What to work on - Below are entries. Reproduce exactly the lines between the line holding "labels, reference: Reference" and the line holding "Level of each", inclusive, and only those.

Data for processing -
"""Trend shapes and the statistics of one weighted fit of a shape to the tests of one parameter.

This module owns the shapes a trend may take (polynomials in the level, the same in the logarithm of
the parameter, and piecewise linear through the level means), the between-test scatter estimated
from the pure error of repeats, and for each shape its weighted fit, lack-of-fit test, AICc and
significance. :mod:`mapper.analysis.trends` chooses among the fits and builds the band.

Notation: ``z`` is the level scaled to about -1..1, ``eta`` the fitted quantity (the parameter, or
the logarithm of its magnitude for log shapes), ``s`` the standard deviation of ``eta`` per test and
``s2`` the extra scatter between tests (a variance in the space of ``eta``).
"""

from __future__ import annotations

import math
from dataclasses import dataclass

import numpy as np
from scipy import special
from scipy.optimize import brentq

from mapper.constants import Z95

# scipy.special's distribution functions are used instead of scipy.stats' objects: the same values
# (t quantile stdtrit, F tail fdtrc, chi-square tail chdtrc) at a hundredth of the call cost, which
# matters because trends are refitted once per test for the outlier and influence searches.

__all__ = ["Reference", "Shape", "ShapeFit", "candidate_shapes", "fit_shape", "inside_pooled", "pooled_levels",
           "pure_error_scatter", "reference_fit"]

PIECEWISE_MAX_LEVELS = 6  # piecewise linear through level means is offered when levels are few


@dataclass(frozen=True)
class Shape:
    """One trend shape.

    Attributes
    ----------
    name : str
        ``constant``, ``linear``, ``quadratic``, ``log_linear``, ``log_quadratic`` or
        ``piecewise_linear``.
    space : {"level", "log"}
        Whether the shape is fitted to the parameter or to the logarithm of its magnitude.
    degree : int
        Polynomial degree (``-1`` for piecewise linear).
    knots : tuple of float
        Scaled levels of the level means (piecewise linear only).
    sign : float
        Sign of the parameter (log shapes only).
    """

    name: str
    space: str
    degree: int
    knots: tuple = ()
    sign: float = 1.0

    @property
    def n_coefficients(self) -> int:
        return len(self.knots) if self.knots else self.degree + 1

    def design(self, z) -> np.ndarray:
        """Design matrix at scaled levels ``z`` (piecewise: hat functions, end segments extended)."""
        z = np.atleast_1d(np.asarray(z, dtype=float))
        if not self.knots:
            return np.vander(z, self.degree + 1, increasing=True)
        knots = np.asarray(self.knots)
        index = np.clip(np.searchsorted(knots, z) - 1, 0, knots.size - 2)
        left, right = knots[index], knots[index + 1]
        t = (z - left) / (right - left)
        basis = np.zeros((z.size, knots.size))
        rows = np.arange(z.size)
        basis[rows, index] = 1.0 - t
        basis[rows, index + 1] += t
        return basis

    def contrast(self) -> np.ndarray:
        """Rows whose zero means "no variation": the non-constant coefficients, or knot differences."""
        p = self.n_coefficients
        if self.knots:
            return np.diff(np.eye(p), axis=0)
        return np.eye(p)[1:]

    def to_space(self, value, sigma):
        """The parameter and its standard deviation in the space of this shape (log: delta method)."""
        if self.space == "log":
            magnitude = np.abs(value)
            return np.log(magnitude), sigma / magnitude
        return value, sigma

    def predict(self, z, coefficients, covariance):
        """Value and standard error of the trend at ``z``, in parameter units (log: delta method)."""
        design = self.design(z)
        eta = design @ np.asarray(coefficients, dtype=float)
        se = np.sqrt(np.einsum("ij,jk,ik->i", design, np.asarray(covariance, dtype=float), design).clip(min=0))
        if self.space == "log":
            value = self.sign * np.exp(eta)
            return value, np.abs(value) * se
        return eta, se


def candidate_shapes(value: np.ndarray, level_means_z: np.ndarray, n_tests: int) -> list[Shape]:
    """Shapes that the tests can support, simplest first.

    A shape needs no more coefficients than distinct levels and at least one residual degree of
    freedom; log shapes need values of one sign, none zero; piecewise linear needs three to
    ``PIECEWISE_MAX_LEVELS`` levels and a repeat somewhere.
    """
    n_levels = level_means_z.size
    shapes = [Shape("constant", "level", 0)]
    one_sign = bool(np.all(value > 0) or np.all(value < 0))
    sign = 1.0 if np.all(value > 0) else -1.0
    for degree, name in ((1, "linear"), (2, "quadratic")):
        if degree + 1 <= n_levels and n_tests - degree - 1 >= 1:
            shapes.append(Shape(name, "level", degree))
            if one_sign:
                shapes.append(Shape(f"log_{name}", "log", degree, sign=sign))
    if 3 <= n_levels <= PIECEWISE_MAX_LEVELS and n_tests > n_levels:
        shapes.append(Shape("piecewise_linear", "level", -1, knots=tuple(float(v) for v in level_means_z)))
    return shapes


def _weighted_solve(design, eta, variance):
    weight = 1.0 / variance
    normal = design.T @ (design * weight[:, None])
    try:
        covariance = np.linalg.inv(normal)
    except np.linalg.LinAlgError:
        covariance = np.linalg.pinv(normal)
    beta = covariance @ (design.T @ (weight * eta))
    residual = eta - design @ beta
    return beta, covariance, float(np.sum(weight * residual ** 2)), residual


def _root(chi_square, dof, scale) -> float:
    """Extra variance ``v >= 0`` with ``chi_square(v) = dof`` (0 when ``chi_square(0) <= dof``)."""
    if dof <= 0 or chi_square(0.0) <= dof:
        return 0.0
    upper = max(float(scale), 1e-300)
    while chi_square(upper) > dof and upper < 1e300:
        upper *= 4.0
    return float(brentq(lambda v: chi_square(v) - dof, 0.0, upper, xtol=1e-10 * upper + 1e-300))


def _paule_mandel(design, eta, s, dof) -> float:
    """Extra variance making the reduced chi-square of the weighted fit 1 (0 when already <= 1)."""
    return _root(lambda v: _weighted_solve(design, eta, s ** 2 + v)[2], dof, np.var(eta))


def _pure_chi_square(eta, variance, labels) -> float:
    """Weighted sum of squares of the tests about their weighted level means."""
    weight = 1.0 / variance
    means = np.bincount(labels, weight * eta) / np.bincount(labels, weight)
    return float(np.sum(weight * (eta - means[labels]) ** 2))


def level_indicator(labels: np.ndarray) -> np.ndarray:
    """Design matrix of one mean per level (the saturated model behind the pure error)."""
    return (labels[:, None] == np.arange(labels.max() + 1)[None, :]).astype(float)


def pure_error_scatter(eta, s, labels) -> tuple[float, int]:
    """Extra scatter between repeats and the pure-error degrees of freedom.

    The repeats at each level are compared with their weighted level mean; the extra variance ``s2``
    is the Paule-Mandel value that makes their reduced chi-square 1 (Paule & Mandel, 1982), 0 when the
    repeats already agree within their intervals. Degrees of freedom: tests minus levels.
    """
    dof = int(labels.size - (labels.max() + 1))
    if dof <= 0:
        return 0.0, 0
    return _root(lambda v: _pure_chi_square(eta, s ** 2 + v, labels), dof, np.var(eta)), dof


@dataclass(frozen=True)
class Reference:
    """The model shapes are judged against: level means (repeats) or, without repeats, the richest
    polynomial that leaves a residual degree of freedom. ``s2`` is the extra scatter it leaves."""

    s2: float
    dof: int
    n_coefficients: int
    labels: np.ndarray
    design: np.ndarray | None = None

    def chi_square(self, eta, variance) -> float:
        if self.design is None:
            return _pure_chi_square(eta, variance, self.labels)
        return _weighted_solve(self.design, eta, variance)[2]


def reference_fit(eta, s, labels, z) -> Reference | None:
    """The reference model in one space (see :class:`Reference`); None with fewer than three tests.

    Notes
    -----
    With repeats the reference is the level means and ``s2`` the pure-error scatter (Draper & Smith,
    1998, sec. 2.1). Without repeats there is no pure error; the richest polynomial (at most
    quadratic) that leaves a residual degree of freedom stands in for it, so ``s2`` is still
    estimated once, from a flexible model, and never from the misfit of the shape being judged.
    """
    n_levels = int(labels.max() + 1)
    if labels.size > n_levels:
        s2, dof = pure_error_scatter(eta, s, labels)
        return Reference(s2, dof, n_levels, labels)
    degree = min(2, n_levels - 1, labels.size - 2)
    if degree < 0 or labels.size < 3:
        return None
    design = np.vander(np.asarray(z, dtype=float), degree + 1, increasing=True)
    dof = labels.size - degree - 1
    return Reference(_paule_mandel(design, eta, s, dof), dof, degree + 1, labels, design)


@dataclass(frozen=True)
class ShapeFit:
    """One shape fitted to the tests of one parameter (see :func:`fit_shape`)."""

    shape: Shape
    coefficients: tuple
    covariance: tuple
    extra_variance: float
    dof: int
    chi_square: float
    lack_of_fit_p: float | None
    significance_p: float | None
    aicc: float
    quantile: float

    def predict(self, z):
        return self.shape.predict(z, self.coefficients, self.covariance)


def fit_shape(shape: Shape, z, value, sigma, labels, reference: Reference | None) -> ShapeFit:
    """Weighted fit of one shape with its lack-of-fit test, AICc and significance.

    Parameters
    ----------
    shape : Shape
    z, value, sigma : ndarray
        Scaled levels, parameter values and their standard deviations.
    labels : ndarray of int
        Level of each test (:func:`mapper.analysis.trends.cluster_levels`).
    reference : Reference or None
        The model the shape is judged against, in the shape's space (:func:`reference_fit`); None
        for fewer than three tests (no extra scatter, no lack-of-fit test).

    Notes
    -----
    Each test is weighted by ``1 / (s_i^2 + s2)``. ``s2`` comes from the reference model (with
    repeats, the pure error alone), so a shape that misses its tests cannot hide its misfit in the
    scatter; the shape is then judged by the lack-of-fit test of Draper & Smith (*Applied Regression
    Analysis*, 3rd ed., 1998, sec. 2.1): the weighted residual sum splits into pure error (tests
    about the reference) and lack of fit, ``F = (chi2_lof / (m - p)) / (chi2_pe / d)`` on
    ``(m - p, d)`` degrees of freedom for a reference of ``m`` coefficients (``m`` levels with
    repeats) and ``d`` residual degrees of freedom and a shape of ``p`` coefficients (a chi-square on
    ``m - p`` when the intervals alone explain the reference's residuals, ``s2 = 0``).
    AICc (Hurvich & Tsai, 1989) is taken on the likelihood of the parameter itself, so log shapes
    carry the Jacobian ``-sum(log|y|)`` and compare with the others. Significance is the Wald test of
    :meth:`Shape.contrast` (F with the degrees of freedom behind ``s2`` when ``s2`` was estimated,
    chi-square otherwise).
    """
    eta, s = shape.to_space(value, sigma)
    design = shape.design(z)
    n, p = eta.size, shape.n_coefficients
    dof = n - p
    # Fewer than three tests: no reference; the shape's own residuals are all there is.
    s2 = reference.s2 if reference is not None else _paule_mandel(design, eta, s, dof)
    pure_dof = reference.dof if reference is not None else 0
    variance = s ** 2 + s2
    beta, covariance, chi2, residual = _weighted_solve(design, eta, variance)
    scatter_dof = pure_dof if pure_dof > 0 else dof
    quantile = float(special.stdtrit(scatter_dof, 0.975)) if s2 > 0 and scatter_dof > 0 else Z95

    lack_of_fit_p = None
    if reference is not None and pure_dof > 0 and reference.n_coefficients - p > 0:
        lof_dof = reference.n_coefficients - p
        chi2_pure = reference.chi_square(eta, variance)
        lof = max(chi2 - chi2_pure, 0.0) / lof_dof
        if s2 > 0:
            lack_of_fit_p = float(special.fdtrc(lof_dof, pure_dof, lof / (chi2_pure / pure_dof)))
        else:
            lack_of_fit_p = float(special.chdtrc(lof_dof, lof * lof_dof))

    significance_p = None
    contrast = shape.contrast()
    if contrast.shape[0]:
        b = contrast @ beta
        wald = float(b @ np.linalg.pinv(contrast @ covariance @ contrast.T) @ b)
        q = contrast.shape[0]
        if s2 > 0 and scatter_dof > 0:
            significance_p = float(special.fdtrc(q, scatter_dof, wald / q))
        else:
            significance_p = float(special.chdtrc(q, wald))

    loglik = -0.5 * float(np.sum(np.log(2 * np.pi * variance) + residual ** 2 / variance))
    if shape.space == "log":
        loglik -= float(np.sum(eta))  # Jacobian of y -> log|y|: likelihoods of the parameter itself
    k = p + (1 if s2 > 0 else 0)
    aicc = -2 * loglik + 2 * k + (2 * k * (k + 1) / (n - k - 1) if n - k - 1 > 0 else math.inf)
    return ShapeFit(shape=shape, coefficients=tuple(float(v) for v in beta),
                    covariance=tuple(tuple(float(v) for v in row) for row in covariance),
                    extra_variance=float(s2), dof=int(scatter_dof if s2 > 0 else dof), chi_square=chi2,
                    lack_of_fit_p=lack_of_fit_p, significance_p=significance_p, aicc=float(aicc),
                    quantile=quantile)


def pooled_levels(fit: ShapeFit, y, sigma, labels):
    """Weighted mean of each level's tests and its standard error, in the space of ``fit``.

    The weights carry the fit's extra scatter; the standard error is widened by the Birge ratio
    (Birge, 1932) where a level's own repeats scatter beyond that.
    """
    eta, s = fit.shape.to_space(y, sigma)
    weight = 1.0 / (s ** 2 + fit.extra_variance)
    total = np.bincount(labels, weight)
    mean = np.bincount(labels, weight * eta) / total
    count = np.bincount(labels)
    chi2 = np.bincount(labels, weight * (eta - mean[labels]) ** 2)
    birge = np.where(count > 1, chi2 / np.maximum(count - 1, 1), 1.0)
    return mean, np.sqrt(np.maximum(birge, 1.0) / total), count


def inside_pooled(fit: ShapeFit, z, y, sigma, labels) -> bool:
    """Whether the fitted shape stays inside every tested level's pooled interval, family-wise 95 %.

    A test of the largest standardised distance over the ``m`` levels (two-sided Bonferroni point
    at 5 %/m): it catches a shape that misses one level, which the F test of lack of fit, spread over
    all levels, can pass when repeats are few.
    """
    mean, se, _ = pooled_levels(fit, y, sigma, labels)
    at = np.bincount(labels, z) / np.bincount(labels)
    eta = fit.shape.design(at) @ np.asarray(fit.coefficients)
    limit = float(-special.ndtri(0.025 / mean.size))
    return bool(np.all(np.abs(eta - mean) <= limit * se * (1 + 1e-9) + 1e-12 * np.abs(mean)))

Response box -
def fit_shape(shape: Shape, z, value, sigma, labels, reference: Reference | None) -> ShapeFit:
    """Weighted fit of one shape with its lack-of-fit test, AICc and significance.

    Parameters
    ----------
    shape : Shape
    z, value, sigma : ndarray
        Scaled levels, parameter values and their standard deviations.
    labels : ndarray of int
        Level of each test (:func:`mapper.analysis.trends.cluster_levels`).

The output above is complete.